Linux systems handle memory exceptionally well, though it's always possible for things to get out of hand if a process misbehaves or not enough memory was allocated. In such a situation where a system starts to perform sluggish, checking your available memory will probably be one of the first things you look into. To do this, we use the free command. To make the output even more readable, you can add the -m option, which shows your memory usage in terms of megabytes, which can make it much easier to read. Reading this output may be confusing at first, though I'm sure you'll find it straightforward after we go through the output.
The output of the free command
When running the free command, we're presented with three rows and six columns of information. The first row shows us our actual RAM usage, while the second row declares buffers and the third our swap usage. Under total, we see that this system has 7923 MB of RAM installed. Technically, this system has 8 GB of RAM, though some is reserved for the kernel or some kind of hardware and may not show here. In the next column (used) we see how much of our system's RAM has been consumed, followed by free where it shows us how much of the system's RAM is unused. In our preceding example, it would appear as though we only have 927 MB free of our 8 GB, but that's not exactly correct. So, how exactly does one interpret how much memory is actually free?
First, used on the first line corresponds to how much memory is actually being used, including what has been cached. Essentially, memory management in Linux declares what is known as a disk cache, which is a chunk of memory set aside for data that has yet to be written to disk. You can see this in our output of the free -m command; it's the number on the far right underneath cached. This memory is not necessarily being used by a process; it's declared in order to make your system run faster. If a process is started and it requires more RAM than what shows in the first line under free, the Linux kernel will happily give up memory from the disk cache to other processes as needed.
The disk cache helps increase performance. When you read something from the disk, it is stored in the disk cache, and then read from there instead of from the disk each time. For example, say you take a look at a text file saved in your /home directory several times each day. The first time you read it, you're reading it from the disk. From that point on, it's stored in disk cache, and accessed from there each time you wish to read the file from that point forward. Since RAM is faster than your disk, this file will open each additional time because it only has to read it from disk one time, then going forward its read from the disk cache.
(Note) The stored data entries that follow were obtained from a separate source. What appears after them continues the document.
package org.wispwright.ui.window;

import java.awt.AWTEvent;
import java.awt.EventQueue;
import java.awt.Toolkit;
import java.lang.management.ManagementFactory;
import java.lang.management.ThreadMXBean;
import java.util.ArrayList;
import java.util.Collections;
import java.util.List;

/**
 * Watches the event thread: how much work each event makes it do, by the thread's own processor time, so that other programs on the machine
 * do not count. What is thrown on it is kept too.
 */
public final class EventWatch implements AutoCloseable {
    private static final ThreadMXBean THREADS = ManagementFactory.getThreadMXBean();
    private final List<String> slow = Collections.synchronizedList(new ArrayList<>());
    private final List<Throwable> thrown = Collections.synchronizedList(new ArrayList<>());
    private final Queue queue = new Queue();
    private final long mostMillis;
    private volatile boolean counts;
    private int events;
    private double worst;

    /** @param mostMillis an event that takes more is told */
    public EventWatch(long mostMillis) {
        this.mostMillis = mostMillis;
        Toolkit.getDefaultToolkit().getSystemEventQueue().push(queue);
    }

    /** Counts from now on; before, the classes that an event needs may still have to be loaded and compiled. */
    public void start() {
        counts = true;
    }

    /** Events that took too long, each with its time. */
    public List<String> slow() {
        return List.copyOf(slow);
    }

    /** What was thrown while events were seen to. */
    public List<Throwable> thrown() {
        return List.copyOf(thrown);
    }

    /** "812 events, the longest 31 ms". */
    public String inWords() {
        return String.format("%d events, the longest %.0f ms of the event thread's processor time", events, worst);
    }

    @Override
    public void close() {
        queue.end();
    }

    private final class Queue extends EventQueue {
        void end() {
            pop();
        }

        @Override
        protected void dispatchEvent(AWTEvent event) {
            long start = THREADS.getCurrentThreadCpuTime();
            try {
                super.dispatchEvent(event);
            } catch (RuntimeException | Error fault) {
                thrown.add(fault);
                throw fault;
            } finally {
                double millis = (THREADS.getCurrentThreadCpuTime() - start) / 1e6;
                if (counts) {
                    events++;
                    worst = Math.max(worst, millis);
                    if (millis > mostMillis) {
                        slow.add(String.format("%.0f ms: %s", millis, event));
                    }
                }
            }
        }
    }
}
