package org.wispwright.ui.window;

import java.io.IOException;
import java.nio.file.Files;
import java.nio.file.Path;
import java.util.stream.Stream;

/** Copies of the samples, for tests that change them. */
public final class SampleCopy {
    private SampleCopy() {
    }

    /** The kiln yard without takes, in a new folder below another. */
    public static Path kilnYard(Path below) throws IOException {
        Path sample = Path.of("..", "samples", "kiln-yard");
        Path copy = below.resolve("kiln-yard");
        try (Stream<Path> all = Files.walk(sample)) {
            for (Path from : (Iterable<Path>) all::iterator) {
                Path to = copy.resolve(sample.relativize(from).toString());
                if (from.startsWith(sample.resolve("takes"))) {
                    continue;
                }
                if (Files.isDirectory(from)) {
                    Files.createDirectories(to);
                } else {
                    Files.copy(from, to);
                }
            }
        }
        return copy;
    }
}
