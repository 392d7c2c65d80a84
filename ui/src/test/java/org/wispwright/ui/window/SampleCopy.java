package org.wispwright.ui.window;

import java.io.IOException;
import java.nio.file.Files;
import java.nio.file.Path;
import java.util.stream.Stream;

/** Copies of the samples, for tests that change them. */
public final class SampleCopy {
    private SampleCopy() {
    }

    /** The kiln yard without takes, in a new folder below another. */
    public static Path kilnYard(Path below) throws IOException {
        Path sample = Path.of("..", "samples", "kiln-yard");
        Path copy = below.resolve("kiln-yard");
        try (Stream<Path> all = Files.walk(sample)) {
            for (Path from : (Iterable<Path>) all::iterator) {
                Path to = copy.resolve(sample.relativize(from).toString());
                if (from.startsWith(sample.resolve("takes"))) {
                    continue;
                }
                if (Files.isDirectory(from)) {
                    Files.createDirectories(to);
                } else {
                    Files.copy(from, to);
                }
            }
        }
        return copy;
    }

    /** The same on half as many cells each way, which is simulated and solved in a few seconds. */
    public static Path quickYard(Path below) throws IOException {
        Path shot = kilnYard(below);
        Path setup = shot.resolve("shot.json");
        String text = Files.readString(setup);
        String quick = text.replace("\"cells\": [48, 64, 48], \"cellMetres\": 0.1", "\"cells\": [24, 32, 24], \"cellMetres\": 0.2");
        if (quick.equals(text)) {
            throw new IllegalStateException("the sample's grid is not what it was; correct this test");
        }
        Files.writeString(setup, quick);
        return shot;
    }
}
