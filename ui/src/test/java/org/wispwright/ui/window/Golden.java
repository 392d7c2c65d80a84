package org.wispwright.ui.window;

import java.awt.image.BufferedImage;
import java.io.IOException;
import java.io.UncheckedIOException;
import java.nio.file.Files;
import java.nio.file.Path;
import javax.imageio.ImageIO;

/**
 * Pictures of the window that the documents show, held to be true. Fonts differ between machines, and times that are foretold between runs, so
 * a picture passes while few of its pixels differ much; {@code -Dgolden=write} takes new ones.
 */
final class Golden {
    /** A channel that differs by more counts as another. */
    private static final int MUCH = 48;
    /** The largest share of pixels that may. */
    private static final double MOST = 0.08;
    private static final Path DOCS = Path.of("..", "docs", "pictures");

    private Golden() {
    }

    /** Compares with {@code docs/pictures/NAME.png}. @throws AssertionError with the command to accept, and the picture in target/golden */
    static void check(String name, BufferedImage got) {
        Path accepted = DOCS.resolve(name + ".png");
        try {
            if ("write".equals(System.getProperty("golden"))) {
                ImageIO.write(got, "png", accepted.toFile());
                return;
            }
            BufferedImage wanted = ImageIO.read(accepted.toFile());
            double share = wanted.getWidth() != got.getWidth() || wanted.getHeight() != got.getHeight() ? 1 : differing(wanted, got);
            if (share > MOST) {
                Path kept = Files.createDirectories(Path.of("target", "golden")).resolve(name + ".png");
                ImageIO.write(got, "png", kept.toFile());
                throw new AssertionError(String.format("%s: %.1f %% of the pixels differ much from %s; got is in %s; accept with -Dgolden=write",
                        name, 100 * share, accepted, kept));
            }
        } catch (IOException unreadable) {
            throw new UncheckedIOException(unreadable);
        }
    }

    private static double differing(BufferedImage a, BufferedImage b) {
        int count = 0;
        for (int y = 0; y < a.getHeight(); y++) {
            for (int x = 0; x < a.getWidth(); x++) {
                int p = a.getRGB(x, y);
                int q = b.getRGB(x, y);
                boolean much = false;
                for (int shift = 0; shift <= 16; shift += 8) {
                    much |= Math.abs((p >> shift & 255) - (q >> shift & 255)) > MUCH;
                }
                count += much ? 1 : 0;
            }
        }
        return (double) count / (a.getWidth() * a.getHeight());
    }
}
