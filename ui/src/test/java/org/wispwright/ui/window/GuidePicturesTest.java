package org.wispwright.ui.window;

import static org.junit.jupiter.api.Assertions.assertTrue;

import java.awt.Component;
import java.awt.Dimension;
import java.nio.file.Path;
import java.util.List;
import org.junit.jupiter.api.Test;
import org.junit.jupiter.api.io.TempDir;
import org.wispwright.ui.desk.Against;
import org.wispwright.ui.desk.Source;

/** The pictures of docs/desk.md, made by doing what it says. Accept new ones with -Dgolden=write. */
class GuidePicturesTest {
    private static final Dimension SIZE = new Dimension(1280, 820);

    @TempDir
    private Path folder;

    @Test
    void theGuidesPicturesAreTrue() throws Exception {
        Path shot = SampleCopy.kilnYard(folder);
        try (DeskDriver driver = new DeskDriver(SIZE)) {
            Golden.check("desk-start", driver.screenshot());
            driver.open(shot);
            driver.await("the original is there", s -> s.takes().size() == 1 && s.work().original().isEmpty());
            driver.click("note-open-a-gap");
            driver.await("its note is open", s -> s.note().filter("open-a-gap"::equals).isPresent());
            Component picture = driver.find("easel-picture", Component.class);
            driver.click("hand-add");
            driver.awaitTrue("the brush can draw", driver::hasLivePicture);
            driver.drag(List.of(driver.onScreen(picture, 0.4, 0.42), driver.onScreen(picture, 0.39, 0.47), driver.onScreen(picture, 0.4, 0.52)));
            settle(driver);
            Golden.check("desk-brush", driver.screenshot());
            driver.key("ctrl Z");
            driver.click("note-lean-the-head");
            driver.await("its note is open", s -> s.note().filter("lean-the-head"::equals).isPresent());
            driver.click("hand-pull");
            driver.awaitTrue("the mesh can be pulled", driver::hasLivePicture);
            settle(driver);
            Golden.check("desk-pull", driver.screenshot());
            driver.click("hand-hold");
            settle(driver);
            Golden.check("desk-hold", driver.screenshot());
            driver.click("hand-look");
            driver.click("take-solve");
            driver.await("the take is there", s -> s.takes().size() == 2 && s.work().running().isEmpty());
            driver.doOnSwing(() -> driver.desk().show(s -> s.withNear(new Source.Take(1)).withFar(Source.ORIGINAL).withAgainst(Against.DIVIDER)));
            settle(driver);
            Golden.check("desk-compare", driver.screenshot());
            assertTrue(driver.state().takes().get(1).met().size() == 2);
        }
        try (DeskDriver driver = new DeskDriver(SIZE, false, 1).open(shot)) {
            driver.await("the takes are there", s -> s.takes().size() == 2);
            settle(driver);
            Golden.check("desk-light", driver.screenshot());
        }
    }

    /** Thumbnails, outlines and figures come beside the work; waits until the window stays as it is. */
    private static void settle(DeskDriver driver) {
        int[] before = {};
        for (int n = 0; n < 60; n++) {
            driver.pause(400);
            java.awt.image.BufferedImage now = driver.screenshot();
            int[] pixels = now.getRGB(0, 0, now.getWidth(), now.getHeight(), null, 0, now.getWidth());
            if (java.util.Arrays.equals(before, pixels) && n > 4) {
                return;
            }
            before = pixels;
        }
    }
}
The information stored within the disk cache ages out over time. As disk cache fills up, the oldest information stored there drops off to make room for other things. In addition, when memory is needed for processes, memory from the cache can be taken back at any time. This is why that even though it may appear that an excessive amount of RAM is being used up by the cache at times, it's not a big issue—applications are never prevented access to this memory when they need it.
Going back to our example, the number we want to look at when determining how much memory we have free is the amount shown in the second column, on the second row. In the case of this example, 3736 MB is considered free. This is plenty of free memory in regards to this particular system. You should worry when this number decreases and swap starts to increase to compensate. As long as your system has enough RAM for its designated purpose, swap should barely be used. A small amount will almost always be used, but it is a problem when a large amount is being used. When your system actually does start to run out of memory, it will start to use your swap partition. Since your hard drive is many times slower than your RAM, you do not want this. If you see your swap space being abused, you should run some sort of resource monitor (a few of which we discuss in this chapter) to identify what is using it up.
To make sure we have a well-rounded understanding of the free command output, let's go over all of the sections it contains, starting with the very first row. We already covered total, which is the amount of memory your system has physically installed (minus whatever your kernel or hardware has reserved). Next in the first row, we have used, which refers to the amount of memory which is being used by anything at all, including the cache. The free column is the exact opposite and refers to memory that is not being used by anything whatsoever.
The last two items on the first row are buffers and cache. While these two sections aren't being used by any process, the kernel uses them to cache data for performance optimization. But if a process needs more memory, it's welcome to take from these two numbers. We already covered the disk cache, which is the last number. The buffers refer to data that hasn't yet been written to disk. Linux will, at various intervals, run a sync to write this information to the disk. You can even run the sync command yourself if you want, though this is rarely necessary. The concept of a buffer is also a key indicator on why you don't want to abruptly remove external media from your computer without unmounting first. If your system hasn't yet synced the data to the disk, you may lose it if you eject the media prematurely.
On the second row, we have -/+ buffers cache (which in our example above is 4186 MB and 3736 MB, respectively). The first number on this row (4186 MB) is a number calculated by subtracting the total of buffers and cache (2808 MB) from the used column of the first row (6995 MB). This gives us a total of 4187 MB, which is a bit off due to rounding (we're viewing the output in MB since we used the -m flag, so we're off by a small amount), but close enough. If we followed the same math but without the -m flag in our free command, the result would've been exact. The next number on the second row is 3736 MB. As mentioned earlier, this is the amount of memory that is actually free for the system to use. To get this number, we subtract the used memory (4186 MB) from our total memory (7923 MB).
Again, the amount of memory under free on the second row is the number you care about when wondering how much memory you have left. However, it's also important to understand how we arrived at this number and how Linux manages memory for us.